Probabilmente non sono proprio dati affidabilissimi (non mi ricordo cosa stavo facendo quando ho emerso le Qt con gcc 3.3.3), però altre persone hanno avuto prestazioni in proporzione simili.

Quando tutti i programmi KDE e C++ in generale li supporteranno ci sarà da divertirsi!

Per ogni info vi riporto al post che vi ho segnalato. Un'ultima cosa, se per caso utilizzate "-mcpu" (è deprecato) (e non -march) è meglio cambiarla subito in "-mtune" visto che a me GCC 3.4 ha riportato un errore durante la sua compilazione.

Bye!

----------

## motaboy

NOTIZIA dell'ultima ora.

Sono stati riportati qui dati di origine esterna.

import { restCondition } from '../document/condition-schema'
import type { ControlsSetting } from '../document/circuit-schema'
import { noAlteration } from '../solver/alteration'
import { drivingStudies } from '../solver/blown-fuses'
import { Case, coilVolts, elementVolts, type Settled } from '../solver/case'
import { inputSees, loadWorks } from '../solver/operating-point'
import { Study } from '../solver/study'
import type { FaultModel } from './fault-model'
import type { Posterior } from './posterior'
import { lookAtCells, nothingReported, type ReportEvidence } from './report-evidence'
import type { Symptom } from './symptom-schema'

/** One complaint in twenty is told wrong, or is another fault's (a guess). */
const toldWrong = 0.05
/** A lamp is seen to be dim, a motor heard to be slow, between these parts of the volts they should have (a guess). */
const weakFrom = 0.2
const weakTo = 0.9

export interface SymptomEvidence extends ReportEvidence {
  /** Per hypothesis and cell, a sign for each symptom: "1" it explains it, "0" it does not. */
  explains: string[][]
}

const kept = new WeakMap<FaultModel, Map<string, SymptomEvidence>>()
const mostKept = 20

/**
 * Complaints as evidence: a fault is the likelier for doing to the vehicle what is told of it, in some combination of
 * controls with everything plugged in. They are no readings: they move odds and clear nothing. Null where nothing is told.
 */
export function symptomEvidence(
  model: FaultModel,
  symptoms: readonly Symptom[] | undefined,
): SymptomEvidence | null {
  if (!symptoms || symptoms.length === 0) return null
  let known = kept.get(model)
  if (!known) kept.set(model, (known = new Map()))
  const key = JSON.stringify(symptoms)
  let found = known.get(key)
  if (!found) {
    if (known.size >= mostKept) known.clear()
    known.set(key, (found = weigh(model, symptoms)))
  }
  return found
}

/** Which symptoms the likeliest fault explains, a sign for each. */
export function explainedByLikeliest({ explains }: SymptomEvidence, { cells }: Posterior): string {
  let best = ''
  let most = -1
  cells.forEach((list, h) =>
    list.forEach((mass, c) => {
      if (mass <= most) return
      most = mass
      best = explains[h]![c]!
    }),
  )
  return best
}

/** One complaint, ready to be looked for: where, and whether a faulted vehicle shows it. */
interface Sought {
  studies: readonly Study[]
  /**
   * A "1" or a "0", then what more there is to see, so that severities that look alike are alike. Given the settled
   * cases in the order of `studies`; null where the vehicle does not come to rest.
   */
  look(shown: readonly (readonly [Case, Settled] | null)[]): string
}

function weigh(model: FaultModel, symptoms: readonly Symptom[]): SymptomEvidence {
  const { network } = model
  const driving = drivingStudies(network)
  const sought = symptoms.map((symptom) =>
    'node' in symptom ? seekDoing(model, driving, symptom.node, symptom.does) : seekStop(model, symptom.step),
  )
  // Told twice is told once; a step that changes nothing one could miss tells nothing.
  const counted = sought.map(
    (each, i) =>
      each !== null &&
      symptoms.findIndex((other) => JSON.stringify(other) === JSON.stringify(symptoms[i])) === i,
  )
  const studies = [...new Set(sought.flatMap((each) => each?.studies ?? []))]
  const numberOf = new Map(studies.map((study, i) => [study, i]))
  const explains = model.hypotheses.map((hypothesis) =>
    lookAtCells(network, studies, hypothesis, (cases, severity) => {
      const settled = cases.map((given) => {
        const point = given.settle(severity)
        return point && ([given, point] as const)
      })
      return sought
        .map((each) => each?.look(each.studies.map((s) => settled[numberOf.get(s)!]!)) ?? '0')
        .join(' ')
    }).map((shown) =>
      shown
        .split(' ')
        .map((look) => look[0])
        .join(''),
    ),
  )
  const found = nothingReported(model)
  counted.forEach((counts, i) => {
    if (!counts) return
    // A good vehicle shows none of it.
    found.good += Math.log(toldWrong)
    found.cells.forEach((cells, h) =>
      cells.forEach((_, c) => {
        cells[c]! += Math.log(explains[h]![c]![i] === '1' ? 1 - toldWrong : toldWrong)
      }),
    )
  })
  return { ...found, explains }
}

/** How a load does in one condition, beside how it should. */
type Manner = 'unknown' | 'always' | 'idle' | 'dead' | 'nearly-dead' | 'weak' | 'whole'

const mannersOf: Readonly<Record<'not-work' | 'always' | 'weakly', readonly Manner[]>> = {
  'not-work': ['dead', 'nearly-dead'],
  always: ['always'],
  weakly: ['weak', 'nearly-dead'],
}

function seekDoing(
  { network }: FaultModel,
  studies: readonly Study[],
  node: string,
  does: 'not-work' | 'always' | 'weakly',
): Sought {
  const load = network.loads.findIndex((each) => each.node === node)
  const { branch } = network.loads[load]!
  const doing = (given: Case, settled: Settled) => ({
    works: loadWorks(given, settled, load),
    volts: Math.abs(elementVolts(given, settled, branch)),
  })
  const good = studies.map((study) => {
    const given = new Case(study, noAlteration)
    const settled = given.settle(0)
    return settled && doing(given, settled)
  })
  return {
    studies,
    look: (shown) => {
      const seen = shown.map((each, s): Manner => {
        const before = good[s]
        if (!each || !before) return 'unknown'
        const now = doing(...each)
        if (!before.works) return now.works ? 'always' : 'idle'
        if (now.volts < weakFrom * before.volts) return 'dead'
        if (now.volts > weakTo * before.volts) return now.works ? 'whole' : 'dead'
        return now.works ? 'weak' : 'nearly-dead'
      })
      return `${seen.some((manner) => mannersOf[does].includes(manner)) ? '1' : '0'}${seen.join()}`
    },
  }
}

/** Null where the step changes nothing that could fail to happen. */
function seekStop({ network }: FaultModel, step: string): Sought | null {
  const { sequence } = network.circuit
  const at = sequence.findIndex((each) => each.id === step)
  // Before the first step the vehicle stands as one finds it.
  const settings: ControlsSetting[] = [{}, ...sequence.slice(0, at + 1).map((each) => each.controls)]
  const studies = settings.map((controls) => new Study(network, { ...restCondition, controls }))
  const good = studies.map((study) => {
    const given = new Case(study, noAlteration)
    const settled = given.settle(0)
    return settled && happening(given, settled)
  })
  const [before, then] = [good.at(-2), good.at(-1)]
  if (!before || !then) return null
  const changes = [...then].flatMap((sign, i) => (sign === before[i] ? [] : [i]))
  if (changes.length === 0) return null
  return {
    studies,
    look: (shown) => {
      const now = shown.map((each) => each && happening(...each))
      const last = now.at(-1)
      const asBefore = now.slice(0, -1).every((state, s) => state === good[s])
      const stops = last && asBefore && changes.some((i) => last[i] !== then[i])
      return `${stops ? '1' : '0'}${now.join()}`
    },
  }
}

/** What can be seen, heard or read off a tester: loads that work, relays that pull in, levels at inputs. A sign for each. */
function happening(given: Case, settled: Settled): string {
  const { network } = given.study
  return [
    ...network.loads.map((_, i) => loadWorks(given, settled, i)),
    ...network.relays.map((relay, i) => coilVolts(given, settled, i) >= relay.pullIn),
    ...network.inputs.map((_, i) => inputSees(given, settled, i) === 'high'),
  ]
    .map((on) => (on ? '1' : '0'))
    .join('')
}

Adesso è nel portage tree.

Bye!

----------

## silian87

Speriamo che i programmi in C++ si compilini veramente prima. Avevo notato che tutto quello che era scritto in c++ (vedi kde) ci metteva di piu' a compilarsi di quello scritto in C.

In bocca al lupo GCC!!!!!!!!!   :Very Happy: 

----------

## pascalbrax

si ma in performance d'utilizzo? non cambia niente, vero?

/me che rimpiange il gcc 2.95...

----------

## motaboy

Se ti riferisci alle ottimizzazioni del codice eseguibile, GCC 3.x è sempre stato più performante del 2.95, il 2.95 era più veloce a compilare ma non affriva grandi ottimizzazioni.

Bye!

----------

## fedeliallalinea

 *motaboy wrote:*   

> Se ti riferisci alle ottimizzazioni del codice eseguibile, GCC 3.x è sempre stato più performante del 2.95, il 2.95 era più veloce a compilare ma non affriva grandi ottimizzazioni.

 

Io ho sempre sentito che gcc 3.x crea codice piu' lento di gcc 2.95

----------

## popposoft

provo a fare un esperimento estremo: formattone e ricompilazione dallo stage 1 con gcc 3.4.0

Ricompilo tutto con gli header del 2.6.5

le mie CFLAGS="-march=pentium4 -O3 -pipe -fomit-frame-pointer"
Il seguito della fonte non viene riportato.